Officials seek 'wiggle room' in NAFTA talks as US deadline lapses

Washington (AFP) –


Mexican and Canadian officials on Thursday appeared to brush off the passage of an informal deadline set by the US Congress to reach a deal on revamping a continent-wide trade pact.

Paul Ryan, the speaker of the US House of Representatives, likewise said there was "wiggle room" as Thursday appeared to come and go with no finalized draft agreement -- even though he had previously said American lawmakers needed to have any proposed tri-nation deal by May 17 to have time to vote on it.

The remarks came as Washington faced a dizzyingly complex workload in waging multi-front trade battles with Europe, China and its North American trade partners.

Trump on Thursday lashed out at China and Europe, calling them "spoiled" and casting doubt on the chances of a deal with Beijing even as Chinese negotiators were in Washington for talks.

His words helped send an indecisive Wall Street lower. Trade worries have added to fears that the bull market in US stocks since Trump's election may have come to an end.

The talks to revamp the North American Free Trade Agreement (NAFTA) have been hung up on US demands to increase American content in cars that receive duty free treatment in the trade bloc, and to have a sunset provision, which would require the three governments to renew the treaty after five years.

The political calendar has imposed tight deadlines. Mexico is due to hold presidential elections in July, making authorities there even less willing to appear to have conceded to Washington's demands.

Likewise, November's mid-term legislative elections are also bearing down in the United States, leaving lawmakers in the majority Republican party with little bandwidth to absorb a deal as they fight to hold on to power.

- 'We will keep trying' -

In Mexico, officials on Thursday downplayed the importance of Ryan's deadline.

"Today is definitely not a do-or-die date. The process is continuing, the technical teams from all three countries are working," said Mexican Foreign Minister Luis Videgaray.

His remarks echoed those made by Mexican Economy Minister Ildefonso Guajardo.

"I would not rule out the possibility of reaching (a deal) at any moment from the last week in May, or as long as it takes," Guajardo told journalists.

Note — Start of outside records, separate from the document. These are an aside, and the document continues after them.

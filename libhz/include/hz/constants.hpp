// Constants and conversions, each with its unit and standard.
#pragma once

namespace hz::constants {

// IAU 2015 Resolution B3 (Prsa et al. 2016, AJ 152, 41, doi:10.3847/0004-6256/152/2/41): nominal values, exact by
// definition.
inline constexpr double solar_radius_m = 6.957e8;
inline constexpr double solar_irradiance_w_m2 = 1361.0;  // at 1 au
inline constexpr double solar_luminosity_w = 3.828e26;
inline constexpr double solar_teff = 5772.0;  // K
inline constexpr double solar_gm_m3_s2 = 1.3271244e20;
inline constexpr double earth_radius_m = 6.3781e6;    // equatorial
inline constexpr double jupiter_radius_m = 7.1492e7;  // equatorial
inline constexpr double earth_gm_m3_s2 = 3.986004e14;
inline constexpr double jupiter_gm_m3_s2 = 1.2668653e17;

// IAU 2012 Resolution B2: exact.
inline constexpr double au_m = 149597870700.0;

// Derived from the above.
inline constexpr double day_s = 86400.0;
inline constexpr double julian_year_d = 365.25;
inline constexpr double pi = 3.14159265358979323846;
inline constexpr double au_in_solar_radii = au_m / solar_radius_m;                    // 215.032156
inline constexpr double jupiter_in_earth_masses = jupiter_gm_m3_s2 / earth_gm_m3_s2;  // 317.82841, G cancels
inline constexpr double jupiter_in_earth_radii = jupiter_radius_m / earth_radius_m;   // 11.208981
inline constexpr double solar_in_earth_masses = solar_gm_m3_s2 / earth_gm_m3_s2;      // 332946.0783
inline constexpr double solar_in_earth_radii = solar_radius_m / earth_radius_m;       // 109.07637
inline constexpr double parsec_in_au = 648000.0 / pi;
inline constexpr double parsec_in_light_years = parsec_in_au * au_m / (299792458.0 * julian_year_d * day_s);  // 3.26156

/// Period of a massless planet at 1 au from 1 nominal solar mass, in d: 2 pi sqrt(au^3/GM) (365.256898).
inline constexpr double period_1au_d = 365.2568983840419;

/// Temperature of a fast-rotating black sphere at 1 au from 1 nominal solar luminosity, in K:
/// solar_teff sqrt(R_sun / 2 au) (278.33).
inline constexpr double equilibrium_temperature_1au = 278.3297440615529;

}  // namespace hz::constants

"I would hope it would happen as soon as possible," he added. "We sat down for a month trying to achieve the necessary flexibility.... We didn't get there last week, but we will keep trying to achieve it."

Canada's Prime Minister Justin Trudeau seemed hopeful, saying Thursday that a deal was "on the table" with just a few more issues to be worked out.

He described trade in automobiles and auto parts as the last major sticking point in the negotiations to revamp 24-year-old NAFTA.

"It's right down to the last conversations," he said, adding that he is "feeling positive" about the chances the three nations will reach a deal but that "it won't be done until it's done."

House Speaker Paul Ryan, who previously set the deadline, opened the possibility there might be more time.

"My guess is, there's probably some wiggle room...but not an indefinite amount," Ryan told reporters on Thursday.